4. This telescopic design places the focal plane at an asymmetrical point located at the uppermost part of the optical tube assembly. Due to this, the eyepiece lands in an inferior viewing position, particularly on equatorial telescope mounts. In fact, the larger telescopes need ladders or other higher support structures to access the eyepiece. Specific designs have incorporated the mechanism for rotating the eyepiece mount or the entire tube assembly in order to obtain a better viewing position. The counterbalancing of these heavy instruments mounted at the focal plane is highly crucial for research purposes.
Variation of the Newtonian telescope:
The Jones-Bird reflecting telescope (occasionally referred to as Bird-Jones) is a catadioptric (mirror-lens) variant of the customary Newtonian design. In place of the parabolic mirror in the Newtonian design, the Jones-Bird design has a spherical primary mirror. The spherical aberrations are fixed using a sub-aperture corrector lens that is mounted either in front of the secondary mirror or inside the tube. The main advantage of this design is that it reduces the size and cost of the telescope. The telescope tube length is considerably shorter.

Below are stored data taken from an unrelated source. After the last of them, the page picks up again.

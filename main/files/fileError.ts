/** A photo, recipe or output that could not be used: names the file and says what to do about it. */
export class FileError extends Error {
  override readonly name = 'FileError';

  /**
   * @param path the file, as the user named it
   * @param problem what is wrong, in a few words
   * @param remedy what the user can do next
   */
  constructor(
    readonly path: string,
    readonly problem: string,
    readonly remedy: string,
    options?: ErrorOptions,
  ) {
    super(`${path}: ${problem}. ${remedy}`, options);
  }
}
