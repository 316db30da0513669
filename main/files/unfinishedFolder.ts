import { mkdirSync, rmSync } from 'node:fs';
import { lstat, readFile, rename } from 'node:fs/promises';
import { dirname, join } from 'node:path';
import { FileError } from './fileError.ts';
import { fileErrorFrom } from './systemErrors.ts';
import { flushFolder, listUnderWay, temporaryPath } from './unfinishedFile.ts';

/**
 * A folder being filled beside its target. It takes the target's name only when complete, so the target is never
 * seen half-filled. Every folder is either finished or discarded.
 */
export class UnfinishedFolder {
  readonly temporaryPath: string;
  readonly #offTheList: () => boolean;

  private constructor(readonly targetPath: string) {
    this.temporaryPath = temporaryPath(dirname(targetPath));
    // Created in the same turn as it is listed, so that nothing is left behind unlisted.
    mkdirSync(this.temporaryPath);
    this.#offTheList = listUnderWay(this);
  }

  /** @throws FileError where the parent takes no folder */
  static begin(targetPath: string): UnfinishedFolder {
    try {
      return new UnfinishedFolder(targetPath);
    } catch (failure) {
      throw fileErrorFrom(targetPath, failure);
    }
  }

  /** A file in it. */
  path(name: string): string {
    return join(this.temporaryPath, name);
  }

  /**
   * Flushes the folder and gives it its name, in the place of an earlier one of the same kind. The files in it have
   * to be flushed already.
   * @param mark a file in it, and how one of the same kind begins; a folder without it is left alone
   * @throws FileError where the name is taken by anything else
   */
  async finish(mark: { file: string; begins: string }): Promise<void> {
    try {
      await flushFolder(this.temporaryPath);
      await refuseForeign(this.targetPath, mark);
      const aside = temporaryPath(dirname(this.targetPath));
      const wasThere = await renameIfThere(this.targetPath, aside);
      await rename(this.temporaryPath, this.targetPath).catch(async (failure) => {
        if (wasThere) await rename(aside, this.targetPath);
        throw failure;
      });
      this.#offTheList();
      await flushFolder(dirname(this.targetPath));
      if (wasThere) removeFolder(aside);
    } catch (failure) {
      throw fileErrorFrom(this.targetPath, failure);
    }
  }

  /** Removes what was written; harmless after finish. Synchronous, so that it works while the program ends. */
  discard(): void {
    if (this.#offTheList()) removeFolder(this.temporaryPath);
  }
}

/** @throws FileError where the name is taken by anything but a folder with the mark */
export async function refuseForeign(path: string, mark: { file: string; begins: string }): Promise<void> {
  const present = await lstat(path).catch((failure: NodeJS.ErrnoException) => {
    if (failure.code === 'ENOENT') return null;
    throw fileErrorFrom(path, failure);
  });
  if (!present) return;
  const text = present.isDirectory() ? await readFile(join(path, mark.file), 'utf8').catch(() => '') : '';
  if (!text.startsWith(mark.begins))
    throw new FileError(
      path,
      'is there already and holds something else',
      'Choose another name, or move it away.',
    );
}

async function renameIfThere(from: string, to: string): Promise<boolean> {
  try {
    await rename(from, to);
    return true;
  } catch (failure) {
    if ((failure as NodeJS.ErrnoException).code === 'ENOENT') return false;
    throw failure;
  }
}

function removeFolder(path: string): void {
  try {
    rmSync(path, { recursive: true, force: true });
  } catch {
    // What cannot be removed now is cleared away at the next start.
  }
}
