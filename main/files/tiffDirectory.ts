import { endianness } from 'node:os';

/** One entry of a directory (TIFF 6.0, section 2). */
export interface TiffField {
  tag: number;
  type: number;
  /** Bytes as they are, or numbers; fractions are two each. */
  values: number[] | Uint8Array;
}

export const fieldType = { ascii: 2, short: 3, long: 4, rational: 5, undefined: 7 } as const;

/** Bytes of one value, by type; other types are unknown. */
export const bytesOfType: Record<number, number> = {
  1: 1,
  2: 1,
  3: 2,
  4: 4,
  5: 8,
  6: 1,
  7: 1,
  8: 2,
  9: 4,
  10: 8,
  11: 4,
  12: 8,
};

/** Where the pixels of an uncompressed TIFF begin. */
export const tiffPixelsAt = 8;

/** Files are written in the machine's own byte order, so that samples are written as they lie. */
const littleEndian = endianness() === 'LE';

/** The first eight bytes of a TIFF. */
export function tiffHeader(directoryAt: number): Uint8Array {
  const header = Buffer.alloc(tiffPixelsAt);
  header.write(littleEndian ? 'II' : 'MM', 'latin1');
  writeUint16(header, 42, 2);
  writeUint32(header, directoryAt, 4);
  return header;
}

/**
 * A directory with the values that do not fit in their entries behind it.
 * @param fields in the order of their tags, of known types
 * @param at where the directory will lie; even
 */
export function directoryBytes(fields: readonly TiffField[], at: number): Uint8Array {
  const entries = Buffer.alloc(2 + fields.length * 12 + 4);
  writeUint16(entries, fields.length, 0);
  const behind: Uint8Array[] = [];
  let behindAt = at + entries.length;
  fields.forEach((field, k) => {
    const entryAt = 2 + k * 12;
    const value = valueBytes(field);
    writeUint16(entries, field.tag, entryAt);
    writeUint16(entries, field.type, entryAt + 2);
    writeUint32(entries, value.length / bytesOfType[field.type], entryAt + 4);
    if (value.length <= 4) {
      entries.set(value, entryAt + 8);
      return;
    }
    writeUint32(entries, behindAt, entryAt + 8);
    const padded = value.length % 2 === 0 ? value : Buffer.concat([value, Uint8Array.of(0)]);
    behind.push(padded);
    behindAt += padded.length;
  });
  return Buffer.concat([entries, ...behind]);
}

function valueBytes({ type, values }: TiffField): Uint8Array {
  if (values instanceof Uint8Array) return values;
  const isShort = bytesOfType[type] === 2;
  const bytes = Buffer.alloc(values.length * (isShort ? 2 : 4));
  values.forEach((value, k) => {
    if (isShort) writeUint16(bytes, value, k * 2);
    else writeUint32(bytes, value, k * 4);
  });
  return bytes;
}

function writeUint16(bytes: Buffer, value: number, at: number): void {
  if (littleEndian) bytes.writeUInt16LE(value, at);
  else bytes.writeUInt16BE(value, at);
}

function writeUint32(bytes: Buffer, value: number, at: number): void {
  if (littleEndian) bytes.writeUInt32LE(value, at);
  else bytes.writeUInt32BE(value, at);
}
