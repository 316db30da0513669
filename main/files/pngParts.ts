import { crc32, deflateSync } from 'node:zlib';
import type { CarriedParts } from './carriedParts.ts';

function chunk(type: string, ...payload: Uint8Array[]): Uint8Array {
  const typed = Buffer.concat([Buffer.from(type, 'latin1'), ...payload]);
  const whole = Buffer.alloc(typed.length + 8);
  whole.writeUInt32BE(typed.length - 4, 0);
  whole.set(typed, 4);
  whole.writeUInt32BE(crc32(typed), typed.length + 4);
  return whole;
}

function densityChunk(densityPpi: number): Uint8Array {
  const body = Buffer.alloc(9);
  const perMetre = Math.round(densityPpi / 0.0254);
  body.writeUInt32BE(perMetre, 0);
  body.writeUInt32BE(perMetre, 4);
  body.writeUInt8(1, 8);
  return chunk('pHYs', body);
}

function profileChunk(profile: Uint8Array): Uint8Array {
  // Keyword, its end, compression method 0 (PNG, third edition, 11.3.2.3).
  return chunk('iCCP', Buffer.from('profile\0\0', 'latin1'), deflateSync(profile, { level: 9 }));
}

/**
 * A PNG from the encoder with profile, density and EXIF put before its pixels, as pieces to be written one after
 * the other. What the encoder put there of its own is left out, but for the header and a palette.
 */
export function pngWithParts(encoded: Uint8Array, parts: CarriedParts): Uint8Array[] {
  const bytes = Buffer.from(encoded.buffer, encoded.byteOffset, encoded.byteLength);
  const kept: Uint8Array[] = [];
  let at = 8;
  let header: Uint8Array = bytes.subarray(0, 8);
  for (;;) {
    const type = bytes.toString('latin1', at + 4, at + 8);
    if (type === 'IDAT') break;
    const end = at + 12 + bytes.readUInt32BE(at);
    if (type === 'IHDR') header = bytes.subarray(0, end);
    else if (type === 'PLTE' || type === 'tRNS') kept.push(bytes.subarray(at, end));
    at = end;
  }
  const pieces = [header];
  if (parts.iccProfile) pieces.push(profileChunk(parts.iccProfile));
  if (parts.densityPpi) pieces.push(densityChunk(parts.densityPpi));
  if (parts.exif) pieces.push(chunk('eXIf', parts.exif));
  return [...pieces, ...kept, bytes.subarray(at)];
}
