import { SpilledPixels } from './spilledPixels.ts';

/** A picture, its pixels in memory or in a temporary file. */
export interface PixelHolder {
  widthPx: number;
  heightPx: number;
  channels: 3 | 4;
  pixels: Uint8Array | Uint16Array | SpilledPixels;
}

/** Rows `top` to `bottom` − 1: a view where the pixels are in memory, else read. */
export async function samplesOf(
  { widthPx, channels, pixels }: PixelHolder,
  top: number,
  bottom: number,
  signal?: AbortSignal,
): Promise<Uint8Array | Uint16Array> {
  if (pixels instanceof SpilledPixels) return pixels.samples(top, bottom - top, signal);
  return pixels.subarray(top * widthPx * channels, bottom * widthPx * channels);
}

/** Bits a sample. */
export function depthOf({ pixels }: Pick<PixelHolder, 'pixels'>): 8 | 16 {
  const bytes = pixels instanceof SpilledPixels ? pixels.bytesPerSample : pixels.BYTES_PER_ELEMENT;
  return bytes === 2 ? 16 : 8;
}
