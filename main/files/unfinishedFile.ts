import { createHash, randomBytes } from 'node:crypto';
import { closeSync, constants, fsync, openSync, unlinkSync, write } from 'node:fs';
import { open, readdir, realpath, rename, rm, stat } from 'node:fs/promises';
import { hostname } from 'node:os';
import { basename, dirname, join } from 'node:path';
import { setTimeout as wait } from 'node:timers/promises';
import { promisify } from 'node:util';
import { fileErrorFrom } from './systemErrors.ts';

const writeBytes = promisify(write);
const flush = promisify(fsync);

const machine = createHash('sha256').update(hostname()).digest('hex').slice(0, 8);
const namePattern = /^\.oxgall-([0-9a-f]{8})-(\d+)-[0-9a-f]+\.part(\.v)?$/;
// Bounded, so that an abort is noticed soon.
const writeAtMostBytes = 8 * 2 ** 20;

/** Whatever leaves a file behind unless it is discarded. */
export interface Discardable {
  discard(): void;
}

const underWay = new Set<Discardable>();

/** Has `discardUnfinished` discard it too, until it is taken off the list. */
export function listUnderWay(file: Discardable): () => boolean {
  underWay.add(file);
  return () => underWay.delete(file);
}

/** A name in a folder that tells whose file it is, so that what a killed run leaves can be cleared away. */
export function temporaryPath(folder: string): string {
  return join(folder, `.oxgall-${machine}-${process.pid}-${randomBytes(6).toString('hex')}.part`);
}

/**
 * A file being written beside its target. It takes the target's name only when complete and flushed, so the
 * target is never seen half-written. Every file is either finished or discarded.
 */
export class UnfinishedFile {
  readonly temporaryPath: string;
  #descriptor: number;
  #bytesWritten = 0;
  #discarded = false;
  #busy = false;

  private constructor(
    readonly targetPath: string,
    private readonly finalPath: string,
  ) {
    this.temporaryPath = temporaryPath(dirname(finalPath));
    // Created in the same turn as it is listed, so that discardUnfinished never misses one.
    this.#descriptor = openSync(
      this.temporaryPath,
      constants.O_CREAT | constants.O_EXCL | constants.O_RDWR,
      0o666,
    );
    underWay.add(this);
  }

  /** @throws FileError where the folder takes no file */
  static async begin(targetPath: string): Promise<UnfinishedFile> {
    try {
      return new UnfinishedFile(targetPath, await behindLinks(targetPath));
    } catch (failure) {
      throw fileErrorFrom(targetPath, failure);
    }
  }

  /** Where the next piece will go. */
  get bytesWritten(): number {
    return this.#bytesWritten;
  }

  /** Appends a piece. */
  async append(piece: Uint8Array, signal?: AbortSignal): Promise<void> {
    await this.#writeAt(piece, this.#bytesWritten, signal);
    this.#bytesWritten += piece.length;
  }

  /** Overwrites bytes written before, such as an offset in the header. */
  async patch(piece: Uint8Array, at: number): Promise<void> {
    await this.#writeAt(piece, at);
  }

  async #writeAt(piece: Uint8Array, at: number, signal?: AbortSignal): Promise<void> {
    try {
      for (let done = 0; done < piece.length; ) {
        signal?.throwIfAborted();
        const length = Math.min(writeAtMostBytes, piece.length - done);
        done += await this.#use((descriptor) =>
          writeBytes(descriptor, piece, done, length, at + done).then((result) => result.bytesWritten),
        );
      }
    } catch (failure) {
      throw fileErrorFrom(this.targetPath, failure);
    }
  }

  /** Keeps the descriptor open while the system works on it: its number might else name another file by then. */
  async #use<T>(work: (descriptor: number) => Promise<T>): Promise<T> {
    this.#requireOpen();
    this.#busy = true;
    try {
      return await work(this.#descriptor);
    } finally {
      this.#busy = false;
      if (this.#discarded) this.#close();
    }
  }

  #requireOpen(): void {
    if (this.#discarded) throw new DOMException('The write was given up', 'AbortError');
  }

  /** Flushes, gives the file its name and flushes the folder. */
  async finish(): Promise<void> {
    try {
      await this.#use((descriptor) => flush(descriptor));
      this.#requireOpen();
      this.#close();
      await renameOver(this.temporaryPath, this.finalPath);
      underWay.delete(this);
      await flushFolder(dirname(this.finalPath));
    } catch (failure) {
      throw fileErrorFrom(this.targetPath, failure);
    }
  }

  /** Removes what was written; harmless after finish. Synchronous, so that it works while the program ends. */
  discard(): void {
    if (!underWay.delete(this)) return;
    this.#discarded = true;
    // Unlinked while open, which Node's way of opening allows on Windows too: a write under way goes nowhere.
    removeQuietly(this.temporaryPath);
    if (!this.#busy) this.#close();
  }

  #close(): void {
    const descriptor = this.#descriptor;
    this.#descriptor = -1;
    if (descriptor >= 0) closeSync(descriptor);
  }
}

/**
 * Removes the temporary files of all writes under way, at once. For the moment before the program ends by a
 * signal. Do not end it by `process.exit` then: Node waits there for the encoder's threads, seconds in the worst
 * case; raise the signal again with its default action instead.
 */
export function discardUnfinished(): void {
  for (const file of [...underWay]) file.discard();
}

/** Removes temporary files and folders in a folder whose writer was killed. Those of other machines are left alone. */
export async function removeAbandoned(folder: string): Promise<void> {
  const names = await readdir(folder).catch(() => []);
  for (const name of names) {
    const match = namePattern.exec(name);
    if (match && match[1] === machine && !isRunning(Number(match[2])))
      await rm(join(folder, name), { force: true, recursive: true }).catch(() => {});
  }
}

function isRunning(processId: number): boolean {
  try {
    process.kill(processId, 0);
    return true;
  } catch (failure) {
    return (failure as NodeJS.ErrnoException).code !== 'ESRCH';
  }
}

export function removeQuietly(path: string): void {
  try {
    unlinkSync(path);
  } catch {
    // Already gone, or the folder is; there is nobody left to tell.
  }
}

/** The file a link leads to, so that writing keeps the link; the path itself where nothing is there yet. */
async function behindLinks(path: string): Promise<string> {
  const exists = await stat(path).then(
    () => true,
    () => false,
  );
  return exists ? realpath(path) : join(await realpath(dirname(path)), basename(path));
}

const lockedCodes = new Set(['EPERM', 'EACCES', 'EBUSY']);
const waitsMs = [20, 50, 100, 200, 400, 800];

/** On Windows a virus scanner or an indexer may hold the target for a moment. */
async function renameOver(from: string, to: string): Promise<void> {
  for (const waitMs of process.platform === 'win32' ? waitsMs : []) {
    try {
      return await rename(from, to);
    } catch (failure) {
      if (!lockedCodes.has((failure as NodeJS.ErrnoException).code ?? '')) throw failure;
      await wait(waitMs);
    }
  }
  return rename(from, to);
}

/** Without this the new name may be lost in a power cut. Windows cannot open folders and needs it not. */
export async function flushFolder(folder: string): Promise<void> {
  if (process.platform === 'win32') return;
  const handle = await open(folder, 'r');
  try {
    await handle.sync();
  } catch (failure) {
    // Some network disks refuse to flush a folder; the file itself is complete.
    if (!['EINVAL', 'ENOTSUP', 'EPERM'].includes((failure as NodeJS.ErrnoException).code ?? ''))
      throw failure;
  } finally {
    await handle.close();
  }
}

The Schmidt-Newtonian telescopes mounts a corrector plate in front of the telescope. The plate ensures a closed tube system i.e. the air inside the tube remains unchanged and helps in keeping the temperature inside unaltered. This plate also fixes the errors or aberrations caused by the primary mirror of the telescope. In this design the secondary mirror is placed behind the plate in such a way that the spider support does not interfere with the image formation.